Segment Start: Extracted material

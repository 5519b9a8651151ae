import { ChangeDetectionStrategy, Component, input } from '@angular/core';

/** Title row of a feature page: heading, one line of purpose, and projected actions on the right. */
@Component({
  selector: 'ns-page-header',
  template: `
    <div class="text">
      <h1 class="title">{{ heading() }}</h1>
      @if (summary()) {
        <p class="summary">{{ summary() }}</p>
      }
    </div>
    <div class="actions"><ng-content /></div>
  `,
  styles: `
    :host {
      display: flex;
      align-items: flex-end;
      justify-content: space-between;
      gap: 16px;
      flex-wrap: wrap;
      margin-bottom: 24px;
    }
    .title {
      margin: 0;
      font: var(--mat-sys-headline-small);
      color: var(--mat-sys-on-surface);
    }
    .summary {
      margin: 4px 0 0;
      color: var(--mat-sys-on-surface-variant);
    }
    .actions {
      display: flex;
      gap: 8px;
    }
  `,
  changeDetection: ChangeDetectionStrategy.OnPush,
})
export class PageHeaderComponent {
  readonly heading = input.required<string>();
  readonly summary = input<string>('');
}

Segment End: Extracted material

What is needed: Your task is to reproduce the full listing exactly.

Exercise answer:
repository 5519b9a8651151ae
import { ChangeDetectionStrategy, Component, input } from '@angular/core';

/** Title row of a feature page: heading, one line of purpose, and projected actions on the right. */
@Component({
  selector: 'ns-page-header',
  template: `
    <div class="text">
      <h1 class="title">{{ heading() }}</h1>
      @if (summary()) {
        <p class="summary">{{ summary() }}</p>
      }
    </div>
    <div class="actions"><ng-content /></div>
  `,
  styles: `
    :host {
      display: flex;
      align-items: flex-end;
      justify-content: space-between;
      gap: 16px;
      flex-wrap: wrap;
      margin-bottom: 24px;
    }
    .title {
      margin: 0;
      font: var(--mat-sys-headline-small);
      color: var(--mat-sys-on-surface);
    }
    .summary {
      margin: 4px 0 0;
      color: var(--mat-sys-on-surface-variant);
    }
    .actions {
      display: flex;
      gap: 8px;
    }
  `,
  changeDetection: ChangeDetectionStrategy.OnPush,
})
export class PageHeaderComponent {
  readonly heading = input.required<string>();
  readonly summary = input<string>('');
}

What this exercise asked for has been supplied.